I.     Was Farber's Confession Admissible?

    The trial court granted a motion to suppress the evidence which resulted from Faber's confession. (R. at 5-6, 59.) The State sought an interlocutory appeal, and the Court of Appeals reversed in part. It held that the audio-taped conversation between Farber and his wife as well as any private communications between them were properly suppressed under the spousal privilege. State v. Farber, 677 N.E.2d 1111 (Ind. Ct. App. 1997), trans. denied. On the other hand, it held that Farber's conversation with the police and the resulting physical evidence were admissible because the conversation was legally recorded and the confession was voluntary. Id. at 1115.

    Thus, the question Farber seeks to litigate has already been adjudicated. An appellate court's determination of a legal issue is binding in subsequent appeals concerning the same case and substantially similar facts. Cass County v. Gotshall, 681 N.E.2d

227 (Ind. Ct. App. 1997). This direct appeal grows out of the same case as the earlier interlocutory appeal, and we will not relitigate it.

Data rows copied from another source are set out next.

impl Store {
    /// Creates a ledger at `path` (or opens it, if it already is one). Returns whether it was new.
    /// A write waits at most `wait` for another writer to finish.
    pub fn init(path: &Path, wait: Wait) -> Result<(Store, bool)> {
        let (conn, created) = match postgres::url(path) {
            Some(url) => postgres::create(url, wait).map(|(c, new)| (Conn::Pg(c), new))?,
            None => connection::create(path, wait).map(|(c, new)| (Conn::Sqlite(c), new))?,
        };
        let mut store = Store {
            conn,
            path: path.to_path_buf(),
            wait,
        };
        store.link_pending()?;
        Ok((store, created))
    }

    /// Opens an existing ledger; any other file is refused. A write waits at most `wait` for
    /// another writer to finish; a read never waits for one.
    pub fn open(path: &Path, wait: Wait) -> Result<Store> {
        let conn = match postgres::url(path) {
            Some(url) => Conn::Pg(postgres::open(url, wait)?),
            None => Conn::Sqlite(connection::open(path, wait)?),
        };
        let mut store = Store {
            conn,
            path: path.to_path_buf(),
            wait,
        };
        store.link_pending()?;
        Ok(store)
    }

    /// Gives the rows of a ledger made before the ledger chain existed their links, once: the
    /// migration that made the chain left a marker for it (`Tx::link_pending`).
    fn link_pending(&mut self) -> Result<()> {
        if self.read(|tx| tx.links_pending())? {
            self.write(|tx| match tx.links_pending()? {
                true => tx.link_pending(),
                false => Ok(()),
            })?;
        }
        Ok(())
    }

    pub fn path(&self) -> &Path {
        &self.path
    }

    /// Runs `f` in one write transaction in which two writers never fork a chain; nothing is
    /// written if `f` fails. `f` may run again when the database turned the transaction away
    /// for contention (see `backend::write`).
    pub fn write<T>(&mut self, mut f: impl FnMut(&mut Tx<'_>) -> Result<T>) -> Result<T> {
        let project = RefCell::new(None);
        backend::write(&mut self.conn, self.wait, &project, |conn| {
            f(&mut Tx {
                conn,
                writing: true,
                project: &project,
            })
        })
    }

    /// Runs `f` in a read transaction, so a report sees one consistent state.
    pub fn read<T>(&mut self, f: impl FnOnce(&mut Tx<'_>) -> Result<T>) -> Result<T> {
        let project = RefCell::new(None);
        backend::read(&mut self.conn, |conn| {
            f(&mut Tx {
                conn,
                writing: false,
                project: &project,
            })
        })
    }

    /// Adds a login role to the registry (run by its owner); a ledger file has no roles.
    pub fn add_role(
        &mut self,
        name: &str,
        kind: &RoleKind,
        at: chrono::DateTime<chrono::Utc>,
    ) -> Result<()> {
        let Conn::Pg(c) = &mut self.conn else {
            return Err(Error::field(
                "--db",
                &self.path.display().to_string(),
                "is a ledger file; roles belong to a PostgreSQL registry (--db postgres://USER@HOST/DB)",
            ));
        };
        c.transaction(|c| postgres::add_role(c, name, kind, at))
    }

    /// Which check of its own pages the database runs for `verify --deep`.
    pub fn deep_check(&self) -> DeepCheck {
        match &self.conn {
            Conn::Sqlite(_) => DeepCheck::IntegrityCheck,
            Conn::Pg(_) => DeepCheck::PageChecksums,
        }
    }

    /// The database's own check of its pages; "ok" when whole. SQLite checks the file's
    /// structure; the registry's server reports the page checksum failures it has seen.
    pub fn integrity_check(&mut self) -> Result<Vec<String>> {
        match &mut self.conn {
            Conn::Sqlite(c) => connection::integrity_check(c),
            Conn::Pg(c) => postgres::integrity_check(c),
        }
    }
}

/// Entry rows as ledger values; a row that does not read back is named.
fn read_back(project: &str, rows: &[EntryRow]) -> Result<Vec<SealedEntry>> {
    rows.iter()
        .map(|r| {
            r.to_sealed()
                .map_err(|what| Error::entry(project, Some(r.seq), what))
        })
        .collect()
}

/// A stored row that no longer reads back is a sign of tampering or corruption.
fn inconsistent(what: String) -> Error {
    Error::ledger(what)
}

II. Was the Sentencing Order Adequate?

    In order for the State to seek a sentence of life imprisonment without parole, at least one aggravating circumstance listed in the pertinent section of the Indiana Code must be present. Ind. Code Ann. § 35-50-2-9(a) (West Supp. 1998). Here, the State sought life without parole on the basis that the killing was "intentional."

    The trial court did not find that Farber "committed the murder by intentionally killing the victim while committing or attempting to commit . . . [r]obbery." Ind. Code Ann. § 35-50-2-9(b)(1) (West Supp. 1998). Instead, the trial court found that "the [defendant] did intentionally commit the offense of robbery beyond [a] reasonable doubt in the commission of [a] murder." (R. at 2.) Thus, we remand to the trial court to determine if the defendant intentionally killed in the course of a robbery. If the trial court so finds, the sentence of life imprisonment without parole may be imposed.

    Furthermore, Farber alleges that the trial court considered aggravators not found within the life without parole statute including: (1) that any imposition of a reduced or suspended sentence would depreciate the seriousness of the crime, and (2) that correctional treatment can best be provided by commitment to a penal facility. These factors are not aggravating circumstances enumerated in the statute governing sentences of death or life without parole and are therefore not available to support such sentences. Bivins v. State, 642 N.E.2d 928, 955 (Ind. 1994). Of course, these circumstances may be considered in sentencing on the robbery.

    Finally, Farber urges that the trial court improperly considered as an aggravator that the offense was committed while he "had been" on probation. (Appellant's Br. at 20.) That the crime was committed while the defendant was on probation for a felony is a proper aggravator listed in Indiana Code § 35-50-2-9(b)(9)(C). However, the sentencing transcript does not clearly reveal whether the judge found that Farber was on probation at the time of the murder or whether the judge meant that Farber had previously been on probation. The timing of Farber's probation and its relationship to the sentence imposed also needs attention on remand.See footnote 1


    We affirm the convictions and remand for the entry of a new sentencing order.

Dickson, Sullivan, Selby, and Boehm, JJ., concur.

Footnote:     1 Similarly, Farber also claims that the trial court did not adequately address its consideration of the jury's recommendation against life without parole, citing Peterson v. State, 674 N.E.2d 528, 540 (Ind. 1996). We expect the new sentencing order will address this issue.